Let me start by saying that I think that evolutionary science provides the best description we have of how life came to exist in its present form, that intelligent design is junk science (at best), and that Judge Jones made exactly the right decision in the Dover School Board case. I.D., which is just creationism by another name, has no place in a public school curriculum. That said, the concept of intelligent design is central to my understanding of what it means to be Jewish.
Before we eat, we say a berachah (a blessing). When we wake up in the morning, we say a berachah. When we see the first buds blossoming in the spring–we say a berachah. A berachah is a way of acknowledging how astonishing the world truly is, of looking at everything around us with radical amazement and gratitude. More specifically, the berachah acknowledges God as the source of all of these wonders, honors the divine flow of life that animates the universe.
Intelligent design is rooted in a similar sense of awe and wonder. Science can describe the cellular structure of an apple, tell us how it grows and propagates in great detail, explain the organic compounds that make it sweet. But science cannot tell us that the apple is a miracle; intelligent design can.
Intelligent design at some level means acknowledging that the world around us is beyond our comprehension, cannot be fully described in terms of equations and chemical reactions–and I agree. Perhaps this is because as a rabbi, I am more interested in meaning than in mechanics.
Evolution, with its doctrine of survival of the fittest, would be a dismal model on which to base a system of ultimate moral meaning. The Jewish religious approach to how to understand the world–with radical amazement, with a sense in the world’s abiding goodness and purpose–is far more in keeping with intelligent design than with evolution.

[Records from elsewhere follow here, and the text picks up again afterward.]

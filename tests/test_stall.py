"""The watch for a stuck worker (peaksift._stall): a deadlocked process is named, a slow,
sleeping, waiting-on-input or CPU-starved one never is; in the process engine's pool, the
toy engine's ``workers=`` pool, a local Dask cluster and the stages beside a search.

Outside references: Linux ``proc(5)`` (``/proc/<pid>/task/<tid>/stat``: field 3 the state,
R running or runnable, S sleeping, D uninterruptible; fields 14-15 the CPU time in clock
ticks; ``.../syscall``: the number of the system call the thread is blocked in),
``futex(2)`` (what a thread blocked on a lock waits in), ``sched(7)`` (a nice 19 thread
sharing a CPU with a nice 0 one gets ~1.5% of it: weights 15 and 1024) and
``sched_setaffinity(2)``.  Times here are margins, not measurements: the watch is asked
about a child that has waited the limit several times over.
"""

from __future__ import annotations

import os
import subprocess
import sys
import time

import pytest

from peaksift import _stall, execution
from peaksift.errors import ExecutionError
from peaksift.execution import _local

pytestmark = pytest.mark.skipif(
    not sys.platform.startswith("linux") or _stall.snapshot(os.getpid()) is None,
    reason="reads /proc/<pid>/task/<tid>/syscall")

CHILDREN = {
    # blocked for good on a lock it holds itself: futex(2), no CPU
    "deadlocked": "import threading; l = threading.Lock(); l.acquire(); print(1, flush=True); "
                  "l.acquire()",
    "sleeping": "import time; print(1, flush=True); time.sleep(60)",
    # waiting for input that does not come (a slow download looks so): select(2)
    "waiting on input": "import select; print(1, flush=True); select.select([], [], [], 60)",
    "busy": "print(1, flush=True)\nwhile True: pass",
    # a task waiting (futex) on a helper thread of its own that sleeps between attempts,
    # as a retry with back-off does: healthy, its helper wakes to try again
    "waiting on a helper in back-off": (
        "import threading, time; t = threading.Thread(target=time.sleep, args=(60,)); "
        "t.start(); print(1, flush=True); t.join()"),
}


def _start(code: str, nice: int = 0, cpu: int | None = None) -> subprocess.Popen:
    proc = subprocess.Popen([sys.executable, "-c", code], stdout=subprocess.PIPE)
    if cpu is not None:
        os.sched_setaffinity(proc.pid, {cpu})
    if nice:
        os.setpriority(os.PRIO_PROCESS, proc.pid, nice)
    assert proc.stdout.readline().strip() == b"1"  # running its code
    return proc


def _watch_for(pids: list[int], limit: float, seconds: float) -> tuple[int, float] | None:
    watch = _stall.StallWatch(limit)
    deadline = time.monotonic() + seconds
    while time.monotonic() < deadline:
        found = watch.stuck(pids)
        if found is not None:
            return found
        time.sleep(0.2)
    return None


@pytest.mark.parametrize("kind", list(CHILDREN))
def test_only_a_deadlocked_process_is_called_stuck(kind):
    proc = _start(CHILDREN[kind])
    try:
        found = _watch_for([proc.pid], limit=1.0, seconds=4.0)
    finally:
        proc.kill()
        proc.wait()
    if kind == "deadlocked":
        assert found is not None and found[0] == proc.pid and found[1] >= 1.0
    else:
        assert found is None


def test_the_parent_watch_thread_is_the_one_allowed_to_sleep():
    """A worker's parent-watch thread (``die_with_parent``) sleeps in ``clock_nanosleep``
    while its task is blocked on a lock: stuck; the same with an unnamed sleeping thread
    (a back-off above): not.  The watch tells the two apart by the thread's name, which a
    thread sets for itself in ``/proc/<pid>/task/<tid>/comm`` (proc(5))."""
    code = ("import os, threading; from peaksift._processes import die_with_parent; "
            "die_with_parent(os.getppid()); l = threading.Lock(); l.acquire(); "
            "print(1, flush=True); l.acquire()")
    proc = subprocess.Popen([sys.executable, "-c", code], stdout=subprocess.PIPE,
                            env={**os.environ, "PYTHONPATH": os.pathsep.join(sys.path)})
    try:
        assert proc.stdout.readline().strip() == b"1"
        found = _watch_for([proc.pid], limit=1.0, seconds=4.0)
    finally:
        proc.kill()
        proc.wait()
    assert found is not None and found[0] == proc.pid


def test_a_cpu_starved_process_is_not_called_stuck():
    """A busy child at nice 19 sharing one CPU with a busy child at nice 0 gets about 1.5%
    of it (sched(7)): over the watch's window it used almost no CPU time, yet it is not
    stuck -- it is runnable (state R) whenever it is not running."""
    cpu = min(os.sched_getaffinity(0))
    hog = _start(CHILDREN["busy"], cpu=cpu)
    starved = _start(CHILDREN["busy"], nice=19, cpu=cpu)
    try:
        found = _watch_for([starved.pid], limit=1.0, seconds=4.0)
    finally:
        for p in (hog, starved):
            p.kill()
            p.wait()
    assert found is None


def deadlock(seconds: float) -> float:
    import threading

    lock = threading.Lock()
    lock.acquire()
    lock.acquire()  # never returns
    return seconds  # pragma: no cover


def busy(seconds: float) -> float:
    t0 = time.monotonic()
    while time.monotonic() - t0 < seconds:
        pass
    return seconds


def _pool_children() -> set[int]:
    me = os.getpid()
    out = set()
    for d in os.listdir("/proc"):
        if d.isdigit():
            try:
                with open(f"/proc/{d}/stat") as f:
                    fields = f.read().rsplit(")", 1)[1].split()
            except OSError:
                continue
            if int(fields[1]) == me and fields[0] != "Z":
                out.add(int(d))
    return out


@pytest.fixture
def watch_test_tasks(monkeypatch):
    """The watch applies to peaksift's own functions: here to the tests' too, with a short
    limit."""
    monkeypatch.setattr(_local, "watched", lambda func: True)
    monkeypatch.setenv("PEAKSIFT_STALL_SECONDS", "3")


def test_a_stuck_worker_ends_the_run_with_an_error_naming_its_task(watch_test_tasks, capfd):
    before = _pool_children()
    with pytest.raises(ExecutionError) as raised:
        execution.map_tasks(deadlock, [0.0], engine="processes", workers=2)
    text = str(raised.value)
    assert "is stuck on task 0" in text and "[1 of 1]" in text
    assert "PEAKSIFT_STALL_SECONDS" in text
    time.sleep(0.5)
    assert _pool_children() <= before  # the stuck worker was stopped
    err = capfd.readouterr().err
    assert "in deadlock" in err  # its stack (faulthandler) names the function it hangs in


def slow(seconds: float) -> float:
    """Busy for half of ``seconds``, then waiting on input (select(2)) for the other half."""
    import select

    busy(seconds / 2)
    select.select([], [], [], seconds / 2)
    return seconds


def test_slow_healthy_tasks_are_left_to_finish(watch_test_tasks):
    """Tasks 3x longer than the limit, busy or waiting on input, finish with their results."""
    assert execution.map_tasks(slow, [9.0, 18.0], engine="processes", workers=2) == [9.0, 18.0]


def test_the_limit_from_the_environment(monkeypatch):
    for text, limit in (("", _stall.DEFAULT_LIMIT), ("30", 30.0), ("0", 0.0), ("-1", 0.0),
                        ("nan", 0.0), ("soon", 0.0)):
        monkeypatch.setenv("PEAKSIFT_STALL_SECONDS", text)
        assert _stall.limit_from_env() == limit


def test_the_watch_keeps_to_peaksift_functions():
    import functools

    from peaksift.stats.toys import run_toy_batch

    assert _stall.watched(run_toy_batch) and _stall.watched(functools.partial(run_toy_batch))
    assert not _stall.watched(busy) and not _stall.watched(time.sleep)


# ------------------------------------------------------------ stages beside a search
_PARENT = os.getpid()


def _doubled_but_stuck_in_a_child(x: int) -> int:
    if os.getpid() != _PARENT:  # in the forked child: waits forever
        deadlock(0.0)
    return 2 * x


def test_a_stuck_stage_beside_is_stopped_and_computed_here(monkeypatch, caplog):
    from peaksift.search import parallel

    if not parallel.forking():
        pytest.skip("stages are not forked here")
    monkeypatch.setenv("PEAKSIFT_STALL_SECONDS", "2")
    job = parallel.Beside(_doubled_but_stuck_in_a_child, 21)
    pid = job._proc.pid
    with caplog.at_level("WARNING", logger="peaksift.search"):
        assert job.result() == 42
    assert f"pid {pid}" in caplog.text and "stuck" in caplog.text
    assert pid not in _pool_children()


def test_a_stuck_figure_process_is_stopped_and_its_figures_drawn_here(monkeypatch, tmp_path):
    from peaksift import plotting
    from peaksift.search import parallel

    if not parallel.forking():
        pytest.skip("stages are not forked here")

    def figures(result, outdir, names, **kw):
        if os.getpid() != _PARENT:  # a drawer (the first or the one it forked)
            deadlock(0.0)
        return {n: outdir / f"{n}.png" for n in names}

    monkeypatch.setattr(plotting, "search_figures", figures)
    monkeypatch.setenv("PEAKSIFT_STALL_SECONDS", "2")
    worker = parallel.FigureWorker(tmp_path)
    pid = worker._proc.pid
    worker.draw(["spectrum", "scan"], None)
    assert worker.finish() == {"spectrum": tmp_path / "spectrum.png",
                               "scan": tmp_path / "scan.png"}
    assert pid not in _pool_children()


# ------------------------------------------------------------ the toy engine's own pool
def _toys_stuck_in_a_child(spec):
    from peaksift.stats.toys import run_toy_batch

    if spec.first == 0 and os.getpid() != _PARENT:  # the first batch, in a pool worker
        deadlock(0.0)
    return run_toy_batch(spec)


def _toys_after_a_wait(spec):
    """Waits on input (select(2)) for 4 s, then computes the batch: slow, healthy."""
    import select

    from peaksift.stats.toys import run_toy_batch

    select.select([], [], [], 4.0)
    return run_toy_batch(spec)


def _toy_model():
    import numpy as np

    from peaksift import MassHistogram
    from peaksift.stats.scan_inputs import _prepare_model

    x = 100.0 + np.random.default_rng(21).exponential(120.0, 20_000)
    h = MassHistogram(bins=200, range=(100.0, 500.0)).fill(x)
    model, _, _ = _prepare_model(h, "gaussian", "exponential", np.linspace(120.0, 480.0, 8),
                                 relative_resolution=0.01, window=None, natural_width=None,
                                 blind=None, signal_params=None, bins=None)
    return model


@pytest.fixture
def watch_test_toys(monkeypatch):
    from peaksift.stats import toys

    monkeypatch.setattr(toys, "watched", lambda func: True)
    monkeypatch.setenv("PEAKSIFT_STALL_SECONDS", "3")


def test_a_stuck_toy_worker_ends_the_toys_with_an_error_naming_its_batch(watch_test_toys,
                                                                          capfd):
    from peaksift.stats.toys import run_toys

    model = _toy_model()
    before = _pool_children()
    with pytest.raises(ExecutionError) as raised:
        run_toys(model, 20, seed=3, batch=10, workers=2, progress=False,
                 batch_function=_toys_stuck_in_a_child)
    text = str(raised.value)
    assert "is stuck on toy batch 1 of 2 (toys 0-9" in text, text
    assert "PEAKSIFT_STALL_SECONDS" in text and "workers=1" in text
    time.sleep(0.5)
    assert _pool_children() <= before  # every toy worker was stopped
    assert "in deadlock" in capfd.readouterr().err  # the stuck worker's stack (faulthandler)


def test_slow_healthy_toy_batches_are_left_to_finish(watch_test_toys):
    """Batches that wait on input longer than the limit finish, and give the toys of the
    serial loop (reference: the same batches computed in this process, per-toy seeding;
    1e-9: single-threaded BLAS in the workers may round products differently)."""
    import numpy as np

    from peaksift.stats.toys import run_toys

    model = _toy_model()
    serial = run_toys(model, 20, seed=3, batch=10, progress=False)
    pooled = run_toys(model, 20, seed=3, batch=10, workers=2, progress=False,
                      batch_function=_toys_after_a_wait)
    assert np.allclose(pooled, serial, rtol=1e-9, atol=1e-9)


# ------------------------------------------------------------ a local Dask cluster
def deadlock_on_zero(x: float) -> float:
    """Task 0 deadlocks (in the Dask worker's task thread); the others wait on input for
    ``|x|`` seconds (select(2)): slow, healthy; a negative ``x`` waits (futex) on a thread
    of its own that waits on input, as a download through an event-loop thread does."""
    import select
    import threading

    if x == 0:
        deadlock(0.0)
    if x < 0:
        helper = threading.Thread(target=select.select, args=([], [], [], -x))
        helper.start()
        helper.join()
    else:
        select.select([], [], [], x)
    return x


@pytest.fixture
def watch_dask_tasks(monkeypatch):
    pytest.importorskip("distributed")
    from peaksift.execution import _dask

    monkeypatch.setattr(_dask, "watched", lambda func: True)
    monkeypatch.setenv("PEAKSIFT_STALL_SECONDS", "3")


def test_a_stuck_dask_task_ends_the_run_with_an_error_naming_it(watch_dask_tasks, capfd):
    """A local cluster's worker whose task thread deadlocks while its event loop runs on
    (heart-beats, sockets): the run ends naming the task, and the cluster's processes end."""
    before = _pool_children()
    with pytest.raises(ExecutionError) as raised:
        execution.map_tasks(deadlock_on_zero, [0.0, 1.0], engine="dask", workers=2)
    text = str(raised.value)
    assert "Dask worker process" in text and "is stuck on task 0" in text, text
    assert "PEAKSIFT_STALL_SECONDS" in text and "fewer workers" in text
    deadline = time.monotonic() + 30  # generous: the cluster's close on a loaded machine
    while _pool_children() - before and time.monotonic() < deadline:
        time.sleep(0.2)
    assert not _pool_children() - before  # the local cluster's workers were ended
    assert "in deadlock" in capfd.readouterr().err  # the stuck worker's stack


def test_slow_healthy_dask_tasks_are_left_to_finish(watch_dask_tasks):
    """Tasks that wait on input for over twice the limit, themselves or through a thread
    they started, finish with their results."""
    assert execution.map_tasks(deadlock_on_zero, [7.0, -8.0], engine="dask",
                               workers=2) == [7.0, -8.0]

When I say “intelligent design” here, I should be clear I’m not talking about a pseudo-scientific political movement for which I have no sympathies, but rather the core values that underlie the desire to see the world as more than the sum of concrete, describable parts. These values are mine as well, and I hope to pass them along to my children, pray never to take the world and its precious resources for granted.
But this is my choice and my role–the lens I use to see the world as a rabbi is just one of the many possible lenses that we can use and that people do use in this country. There are other religious traditions, and there are those who stand outside of any religious tradition at all.
The job of the public schools is to nurture the mind, and then families can decide how to nurture the soul. This is not the Dover School Board’s job, and I don’t want them teaching my children what to believe.
Let’s teach our children evolution in school so they will be educated, and the wonder of God in synagogue so they will be wise.